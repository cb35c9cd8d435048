"""The Taxonomy: topics, item placements, and what is needed to place new items.

On disk it is a folder with no pickled objects: tables as Parquet, arrays as ``.npy`` (loaded with
``allow_pickle=False``), and a JSON manifest holding the config, counts, the content-hash
``version`` and the SHA-256 of every file, verified on load.
"""
from __future__ import annotations

import hashlib
import json
import logging
import os
import shutil
import uuid
from pathlib import Path
from typing import Any

import numpy as np
import pandas as pd
import pyarrow as pa
import pyarrow.parquet as pq

from ..distilled import MEAN_ARRAY, TABLE_ARRAY, TOKENIZER_FILE
from ..errors import ArtifactError, InputError
from ..tables import normalize_items
from ..version import __version__

log = logging.getLogger(__name__)

FORMAT = "labeler-taxonomy/1"
ARRAYS = ("centroids", TABLE_ARRAY, MEAN_ARRAY)

TOPICS_SCHEMA = pa.schema([("topic_id", pa.string()), ("level", pa.int32()), ("parent_id", pa.string()),
                           ("name", pa.string()), ("keywords", pa.list_(pa.string())),
                           ("size", pa.int64()), ("first_version", pa.string())])
ITEM_TOPICS_SCHEMA = pa.schema([("item_id", pa.string()), ("level", pa.int32()),
                                ("topic_id", pa.string()), ("confidence", pa.float64())])


def place(vectors: np.ndarray, centroids: np.ndarray) -> tuple[np.ndarray, np.ndarray]:
    """Nearest fine centroid and its cosine similarity (clipped to [0, 1]) for each unit vector."""
    sims = vectors @ centroids.T
    best = np.argmax(sims, axis=1)
    return best, np.clip(sims[np.arange(len(vectors)), best], 0.0, 1.0)


def sha256_file(path: Path) -> str:
    h = hashlib.sha256()
    with open(path, "rb") as f:
        for chunk in iter(lambda: f.read(1 << 20), b""):
            h.update(chunk)
    return h.hexdigest()


def hash_strings(parts) -> str:
    h = hashlib.sha256()
    for p in parts:
        h.update(str(p).encode("utf-8", errors="surrogatepass"))
        h.update(b"\x00")
    return h.hexdigest()
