@main.command("dry-run")
@click.option("--parts", type=click.IntRange(1, 100000), default=32, show_default=True, help="Parts in the simulated lot.")
@click.option("--sites", type=click.IntRange(1, 4), default=4, show_default=True, help="Sites per handler index.")
@click.option("--manual", is_flag=True,
              help="No handler: the operator seats each part and types its id at the prompt (manual socket).")
@click.option("--seed", type=int, default=1, show_default=True, help="Seed of the simulated population.")
@click.option("--out", type=click.Path(path_type=Path), default=None, help="Datalog folder [default: datalogs/<lot>].")
@click.option("--lot", "lot_id", default=None, help="Lot id [default: DEMO-<date>-<time>].")
@click.option("--operator", default="demo", show_default=True)
@click.option("--bench", "bench_path", type=click.Path(path_type=Path), default=None,
              help="Bench config whose fixture and safety limits the simulated bench takes.")
@click.option("--sequence", "sequence_path", type=click.Path(path_type=Path), default=DEMO_SEQUENCE,
              help="Sequence file [default: the demo product's].")
@click.option("--limits", "limits_path", type=click.Path(path_type=Path), default=DEMO_LIMITS,
              help="Limit table [default: the demo product's].")
@click.option("--speed", type=click.FloatRange(0.1, 1000), default=1.0, show_default=True,
              help="Simulated time per wall time; above 1 runs the physics, and the station's waits, "
                   "faster than real (for tests).")
@click.option("--force", is_flag=True, help="Overwrite an existing datalog folder.")
@click.option("--stdf", is_flag=True, help="Also write the lot as binary STDF V4 (lot.stdf).")
@click.option("--inject-outliers", "outlier_share", type=click.FloatRange(0.0, 0.2), default=0.0,
              help="Share of the simulated parts given an offset inside the limits but far from the "
                   "population (invented outliers, for outlier screening).")
@_PAT_BASELINE
@_FIXTURE_FAULT
@click.option("--transport", "transports", multiple=True, metavar="[ROLE=]socket|hislip|vxi11",
              help="How the simulated instruments are served: raw SCPI sockets (default), HiSLIP, or VXI-11 "
                   "without the portmapper (pyvisa-py only); ROLE=... for one instrument (repeatable).")
@click.option("--handler", "handler_interface", type=click.Choice(["scpi", "dio"]), default="scpi",
              show_default=True,
              help="The simulated handler takes HANDler commands (scpi) or is wired through a digital I/O "
                   "instrument's lines (dio, driver dio-handshake).")
@_RESUME
@_MAX_FAULTS
@view_option
@_STORE
@click.pass_context
def dry_run(ctx: click.Context, parts: int, sites: int, manual: bool, seed: int, out: Path | None, lot_id: str | None,
            operator: str, bench_path: Path | None, sequence_path: Path, limits_path: Path, speed: float,
            force: bool, stdf: bool, transports: tuple[str, ...], handler_interface: str,
            fixture_faults: tuple[str, ...], outlier_share: float, pat_baseline: Path | None,
            resume_dir: Path | None, max_faults: int, view: Any, store_url: str | None) -> None:
    """Run the screening sequence against the simulated bench (SCPI on loopback, through pyvisa-py)."""
    from sim_instruments.bench import SimBench, SimSettings

    console = Console()
    lot_id = _lot_id(lot_id)
    operator = _operator(operator)
    _store_url(store_url)
    if lot_id is not None and out is None and resume_dir is None:
        _default_out(lot_id)          # refused before anything starts
    from station.cli.screen_commands import fixture_fault_options

    settings = SimSettings(seed=seed, sites=sites, parts=parts, speed=speed, handler_interface=handler_interface,
                           fixture_faults=fixture_fault_options(fixture_faults), pat_outlier_share=outlier_share)
    _transports(settings, transports)
    if handler_interface == "dio" and (manual or resume_dir is not None):
        # A handshake carries no part ids: numbering them again after a resume would repeat ids.
        raise Refused("--handler dio: not with --manual or --resume (the handshake carries no part ids)")
    user_bench = _read_bench_overrides(bench_path, settings) if bench_path else None
    resume = None
    if resume_dir is not None:
        resume = _inspect_resume(resume_dir, out, force, "dry-run", sequence_path, limits_path, lot_id)
        _resumed_sim_settings(ctx, resume, settings)
        if resume.ended:
            sys.exit(_seal_ended_lot(resume, stdf, SimBench(settings).write_truth))
        user_bench = _bench_copy(resume_dir)
        instruments = (user_bench or {}).get("instruments") or {}
        settings.generator = settings.generator or (isinstance(instruments, dict) and "generator" in instruments)
        out, lot_id = Path(resume_dir), str(resume.header["lot_id"])
    lot_id = lot_id or time.strftime("DEMO-%Y%m%d-%H%M%S")
    out = out or _default_out(lot_id)
    extra = {"dry_run": {key: getattr(settings, key) for key in _SIM_KEYS}}
    if settings.fixture_faults:
        extra["dry_run"]["fixture_faults"] = [f.text() for f in settings.fixture_faults]
    if settings.pat_outlier_share:
        extra["dry_run"]["pat_outlier_share"] = settings.pat_outlier_share
    try:
        simulated = SimBench(settings)
    except ValueError as exc:          # e.g. --transport for a role this bench does not have
        raise Refused(f"simulated bench: {exc}") from None
    fixture_truth = simulated.fixture_truth()
    if fixture_truth is not None:      # the difference amplifier as drawn: the truth of its mismatch
        extra["dry_run"]["fixture"] = fixture_truth
    with simulated as sim, tempfile.TemporaryDirectory() as temp:
        config = yaml.safe_load(sim.bench_config_text())
        if user_bench:
            config.update({k: user_bench[k] for k in ("station", "fixture", "safety") if k in user_bench})
        seat = _SimulatedSocket(sim.resources["handler"]) if manual else None
        if seat is not None:
            del config["instruments"]["handler"]
        bench_file = Path(temp) / "bench.yaml"
        header = "# Bench config of the simulated bench for this dry run (written by the station).\n"
        bench_file.write_text(header + yaml.safe_dump(config, sort_keys=False), encoding="utf-8")
        console.print(f"dry run: simulated bench on loopback, seed {settings.seed}, {settings.parts} parts, "
                      f"{settings.sites} site(s)" + (f", resumed after {settings.skip_parts} part(s)" if resume else ""))
        job = LotJob(bench_file, sequence_path, limits_path, out, lot_id, operator, "dry-run", force,
                     settings.parts, stdf, resume, max_faults, extra, seated=seat, pat_baseline=pat_baseline,
                     view=view, store=store_url, wait_scale=settings.speed)
        try:
            code = _run_lot(job, console, write_truth=sim.write_truth)
        finally:
            if seat is not None:
                seat.close()
    sys.exit(code)
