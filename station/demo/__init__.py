"""The demo product's files (invented PX-401): limit table, sequence, example bench config.

In the repository they live in the top-level folders limits/, sequences/ and benches/; an
installed wheel carries them as package data under station/demo/ (see pyproject.toml).
"""

from __future__ import annotations

from importlib import resources
from pathlib import Path

_REPO_ROOT = Path(__file__).resolve().parents[2]


def demo_file(folder: str, name: str) -> Path:
    """Path of a demo file: `folder` is 'limits', 'sequences' or 'benches'."""
    packaged = Path(str(resources.files(__name__))) / folder / name
    if packaged.is_file():
        return packaged
    return _REPO_ROOT / folder / name


DEMO_LIMITS = demo_file("limits", "px401.yaml")
DEMO_SEQUENCE = demo_file("sequences", "px401_screen.yaml")
EXAMPLE_BENCH = demo_file("benches", "example-bench.yaml")
# The second fixture: a difference-amplifier bench with a function generator, its AC CMRR
# sequence and limit table (docs/fixtures.md).
DIFFAMP_BENCH = demo_file("benches", "px401-diffamp-bench.yaml")
AC_SEQUENCE = demo_file("sequences", "px401_ac_cmrr.yaml")
AC_LIMITS = demo_file("limits", "px401_ac.yaml")
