"""Exit codes and one-line refusals of the `station` command (station/errors.py): the same bad
input gives the same code from every command; a lot id only becomes a folder name when safe;
a lot killed during its end is sealed by `--resume` or `verify --seal`."""

from __future__ import annotations

import csv
import io
import json
from pathlib import Path

import pytest
from click.testing import CliRunner

from station.cli.main import main
from station.datalog.manifest import verify_datalog
from station.demo import DEMO_LIMITS
from tests.support.stdf_helpers import make_datalog

EXIT_REFUSED = 2   # station/errors.py


def _station(*args: str) -> tuple[int, str]:
    result = CliRunner().invoke(main, list(args))
    assert "Traceback" not in result.output, result.output
    return result.exit_code, result.output


def _one_line(output: str) -> str:
    lines = output.strip().splitlines()
    assert len(lines) == 1, output
    return lines[0]


@pytest.mark.parametrize("command", [["convert", "{}", "--to", "stdf"], ["verify", "{}"], ["summary", "{}"],
                                     ["rebin", "{}", "--limits", str(DEMO_LIMITS)]])
def test_an_empty_folder_is_refused_alike_by_every_datalog_command(tmp_path: Path, command: list[str]) -> None:
    # convert used to exit 1 here, verify, summary and rebin 2.
    code, output = _station(*[part.format(tmp_path) for part in command])
    assert code == EXIT_REFUSED, output
    assert "not a datalog folder" in _one_line(output)


def test_convert_refuses_a_bad_cell_naming_file_line_and_column(tmp_path: Path) -> None:
    folder = make_datalog(tmp_path / "DL")
    lines = (folder / "results.csv").read_text().splitlines(keepends=True)
    cells = lines[3].split(",")
    cells[10] = "abc"                                   # RESULT of the third data row
    lines[3] = ",".join(cells)
    (folder / "results.csv").write_text("".join(lines))
    code, output = _station("convert", str(folder), "--to", "stdf")
    assert code == EXIT_REFUSED, output
    assert "results.csv:4: RESULT: 'abc' is not a number" in _one_line(output)
    assert not (folder / "lot.stdf").exists()


@pytest.mark.parametrize("lot", ["../../escaped", "/abs/path", "a/b", "..", ".hidden"])
def test_a_lot_id_that_is_not_a_plain_folder_name_is_refused_as_one(tmp_path: Path, lot: str,
                                                                   monkeypatch: pytest.MonkeyPatch) -> None:
    # `--lot ../../escaped` wrote the datalog two levels above datalogs/; `--lot /abs/path` there.
    work = tmp_path / "a" / "b"
    work.mkdir(parents=True)
    monkeypatch.chdir(work)
    code, output = _station("dry-run", "--parts", "1", "--sites", "1", "--speed", "100", "--lot", lot)
    assert code == EXIT_REFUSED, output
    assert "letters, digits" in _one_line(output)
    assert sorted(p.name for p in tmp_path.rglob("*")) == ["a", "b"]   # nothing written anywhere


def test_an_operator_name_with_a_line_break_is_refused(tmp_path: Path) -> None:
    code, output = _station("dry-run", "--parts", "1", "--out", str(tmp_path / "dl"), "--operator", "ann\nbob")
    assert code == EXIT_REFUSED, output
    assert "--operator" in _one_line(output)
    assert not (tmp_path / "dl").exists()


def test_verify_seal_finishes_a_lot_that_ended_without_its_manifest(tmp_path: Path) -> None:
    folder = make_datalog(tmp_path / "DL")             # lot.json complete, no manifest.json
    assert json.loads((folder / "lot.json").read_text())["complete"] is True
    assert _station("verify", str(folder))[0] == EXIT_REFUSED
    code, output = _station("verify", "--seal", str(folder))
    assert code == 0, output
    assert "sealed" in output and verify_datalog(folder).intact


def test_verify_seal_refuses_a_lot_that_has_not_ended(tmp_path: Path) -> None:
    folder = make_datalog(tmp_path / "DL")
    header = json.loads((folder / "lot.json").read_text())
    (folder / "lot.json").write_text(json.dumps({**header, "complete": False}))
    code, output = _station("verify", "--seal", str(folder))
    assert code == EXIT_REFUSED and "--resume" in _one_line(output)
    assert not (folder / "manifest.json").exists()


def test_a_dry_run_killed_after_lot_json_is_sealed_by_resume(tmp_path: Path) -> None:
    # Safety issue 2, end to end: the kill left lot.json complete and no sim_truth.csv,
    # lot.stdf or manifest.json; `--resume` refused it ("the lot ran to its end").
    out = tmp_path / "dl"
    args = ["--parts", "4", "--sites", "2", "--seed", "5", "--speed", "100"]
    code, output = _station("dry-run", *args, "--out", str(out), "--lot", "K-1", "--stdf")
    assert code == 0, output
    sealed = {name: (out / name).read_bytes() for name in ("results.csv", "parts.csv", "sim_truth.csv", "lot.stdf")}
    for name in ("manifest.json", "sim_truth.csv", "lot.stdf"):
        (out / name).unlink()
    code, output = _station("dry-run", "--resume", str(out), "--stdf")
    assert code == 0, output
    assert "sealing" in output
    report = verify_datalog(out)
    assert report.intact, report.messages()
    for name, data in sealed.items():      # nothing tested again: the same files, made again
        if name == "sim_truth.csv":
            # The resumed simulator sorted no part itself: its truth keeps the parts and their
            # true figures, without the bins and sites of the first session.
            assert _truth_without_bins(out / name) == _truth_without_bins(data), name
        else:
            assert (out / name).read_bytes() == data, name


def _truth_without_bins(source: Path | bytes) -> list[list[str]]:
    text = source.read_text(encoding="utf-8") if isinstance(source, Path) else source.decode("utf-8")
    rows = list(csv.reader(io.StringIO(text)))
    keep = [k for k, name in enumerate(rows[0]) if name not in ("BINNED_HARD_BIN", "SITE")]
    return [[row[k] for k in keep] for row in rows]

============================================================

▸ WHAT THE EXERCISE ASKS
The answer must be every line of the data that holds the word "pyvisa".

▸ TASK RESULT
                   "without the portmapper (pyvisa-py only); ROLE=... for one instrument (repeatable).")
    """Run the screening sequence against the simulated bench (SCPI on loopback, through pyvisa-py)."""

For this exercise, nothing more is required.